Bilberry Bumblebee Project

The Bilberry Bumblebee is a rare gem found locally on the dry heath of the Long Mynd. The spring queen specialises in bilberry flowers and the new queens emerging in August forage on the heather.

The Bilberry Bumblebee in your Garden project has been set up between the National Trust, the Stepping Stones Project and the Bumblebee Conservation Trust to map the distribution of the Bilberry Bumblebee on the Long Mynd. See known hotspots.
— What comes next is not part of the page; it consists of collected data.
# cython: language_level=3, boundscheck=False, wraparound=False, cdivision=True, initializedcheck=False
"""Bayes' rule over a matrix of losses, static and with fixed share."""

from __future__ import annotations

try:  # the compiler wants the plain import; without Cython the shim stands in
    import cython
except ModuleNotFoundError:
    from seqmix.kernels import shim as cython

if cython.compiled:
    from cython.cimports.libc.math import exp, log
else:
    from math import exp, log

LN2 = cython.declare(cython.double, 0.6931471805599453)
FAR = cython.declare(cython.double, 64.0)  # bits behind the best that no sum in double precision can feel


def is_compiled() -> bool:
    """True in the compiled module, False where Python runs this file."""
    return cython.compiled


@cython.cfunc
@cython.nogil
@cython.inline
@cython.exceptval(check=False)
def _mass(bits: cython.double) -> cython.double:
    """2 ** -bits, for bits >= 0."""
    return exp(-bits * LN2) if bits < FAR else 0.0


@cython.cfunc
@cython.nogil
@cython.inline
@cython.exceptval(check=False)
def _awake(shares: cython.double[:, ::1], r: cython.Py_ssize_t, chance: cython.double[::1]) -> cython.double:
    """Weight of the models awake at rate r."""
    i: cython.Py_ssize_t
    total: cython.double = 0.0
    for i in range(shares.shape[1]):
        if chance[i] >= 0.0:
            total += shares[r, i]
    return total


@cython.cfunc
@cython.nogil
@cython.inline
@cython.exceptval(check=False)
def _weights(
    behind: cython.double[::1],
    out_of_bed: cython.double,
    kinds: cython.int,
    shares: cython.double[:, ::1],
    camps: cython.double[::1],
    chance: cython.double[::1],
    before: cython.double[:, ::1],
    at: cython.Py_ssize_t,
) -> cython.void:
    """before[at] = weight of every model awake, over all camps; in each camp those awake add to its weight; sum 1."""
    i: cython.Py_ssize_t
    r: cython.Py_ssize_t
    part: cython.double
    for i in range(behind.shape[0]):
        before[at, i] = _mass(camps[0]) * _mass(behind[i] - out_of_bed) if chance[i] >= 0.0 else 0.0
    for r in range(kinds):
        part = _mass(camps[r + 1]) / _awake(shares, r, chance)
        for i in range(behind.shape[0]):
            if chance[i] >= 0.0:
                before[at, i] += part * shares[r, i]
    part = 0.0
    for i in range(behind.shape[0]):
        part += before[at, i]
    for i in range(behind.shape[0]):  # the camps add to 1 but for rounding
        before[at, i] /= part


def update(
    losses: cython.double[:, ::1],
    prior: cython.double[::1],
    kinds: cython.int,
    rates: cython.double[::1],
    behind: cython.double[::1],
    shares: cython.double[:, ::1],
    camps: cython.double[::1],
    frozen: cython.bint,
    work: cython.double[::1],
    want: cython.int[::1],
    before: cython.double[:, ::1],
    bits: cython.double[::1],
) -> None:
    """Mix a chunk of losses and learn the weights from it.

    losses (n, models): bits, NaN where a model sleeps: it then counts as predicting what the awake ones do,
    so its weight stands still (Freund, Schapire, Singer & Warmuth 1997).
    behind (models,): minus log2 of the weights of static Bayes. shares (rates, models): weights under fixed
    share, which after each row hands `rate` (the first `kinds` of `rates`) of all weight back to `prior`
    (Herbster & Warmuth 1998). camps (1 + rates,): minus log2 of the weights of static Bayes, first, and of each
    rate. work (models + 1 + rates,). frozen: mix only.
    Writes bits (n,), the loss of the mixture, NaN where all sleep, and before[want[t]], the weights before row t
    of the models awake at it.
    """
    models: cython.Py_ssize_t = losses.shape[1]
    t: cython.Py_ssize_t
    i: cython.Py_ssize_t
    r: cython.Py_ssize_t
    best: cython.double  # smallest loss of the row
    joint: cython.double  # smallest weight-and-loss of the row, in bits
    heavy: cython.double  # bits of the heaviest model awake
    total: cython.double
    awake: cython.double
    share: cython.double
    asleep: cython.bint
    with cython.nogil:
        for t in range(losses.shape[0]):
            best = 1e300
            joint = 1e300
            heavy = 1e300
            asleep = False
            for i in range(models):
                if losses[t, i] != losses[t, i]:
                    asleep = True
                    continue
                best = min(best, losses[t, i])
                joint = min(joint, behind[i] + losses[t, i])
                heavy = min(heavy, behind[i])
            if best == 1e300:
                bits[t] = losses[t, 0]  # nobody is awake: NaN
                if want[t] >= 0:
                    for i in range(models):
                        before[want[t], i] = 0.0
                continue
            # static Bayes
            total = 0.0
            awake = 0.0
            for i in range(models):
                work[i] = -1.0
                if losses[t, i] == losses[t, i]:
                    work[i] = _mass(losses[t, i] - best)
                    total += _mass(behind[i] + losses[t, i] - joint)
                    if asleep:
                        awake += _mass(behind[i] - heavy)
            share = joint - log(total) / LN2
            awake = heavy - log(awake) / LN2 if asleep else 0.0
            if want[t] >= 0:
                _weights(behind, awake, kinds, shares, camps, work, before, want[t])
            share -= awake
            if not frozen:
                for i in range(models):
                    if work[i] >= 0.0:
                        behind[i] += losses[t, i] - share
            work[models] = camps[0] + share
            joint = work[models]
            # fixed share
            for r in range(kinds):
                total = 0.0
                for i in range(models):
                    if work[i] >= 0.0:
                        total += shares[r, i] * work[i]
                share = total / _awake(shares, r, work)
                if not frozen:
                    for i in range(models):
                        if work[i] >= 0.0:
                            shares[r, i] = shares[r, i] * work[i] / share
                        shares[r, i] = (1.0 - rates[r]) * shares[r, i] + rates[r] * prior[i]
                work[models + r + 1] = camps[r + 1] + best - log(share) / LN2
                joint = min(joint, work[models + r + 1])
            # static and switching together
            total = 0.0
            for r in range(kinds + 1):
                total += _mass(work[models + r] - joint)
            bits[t] = joint - log(total) / LN2
            if not frozen:
                for r in range(kinds + 1):
                    camps[r] = work[models + r] - bits[t]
Thank you for your help this summer...

close up photograph of a ilberry Bumblebee by Steve Falk

Bilberry Bumblebee by Steven Falk

People living in the Strettons, the Stiperstones or the villages in between were in an ideal location to participate in the project by recording any sightings in their garden.

Project Report

We knew where the bilberries and heather are located on the Long Mynd, but we did not know where the Bilberry Bumblebee goes during the nectar gap. They have been recorded on thistles, clovers, bramble, thyme, raspberry, foxglove and wild roses.

Residents helped by looking for the Bilberry bumblebee in their gardens during June and July 2020.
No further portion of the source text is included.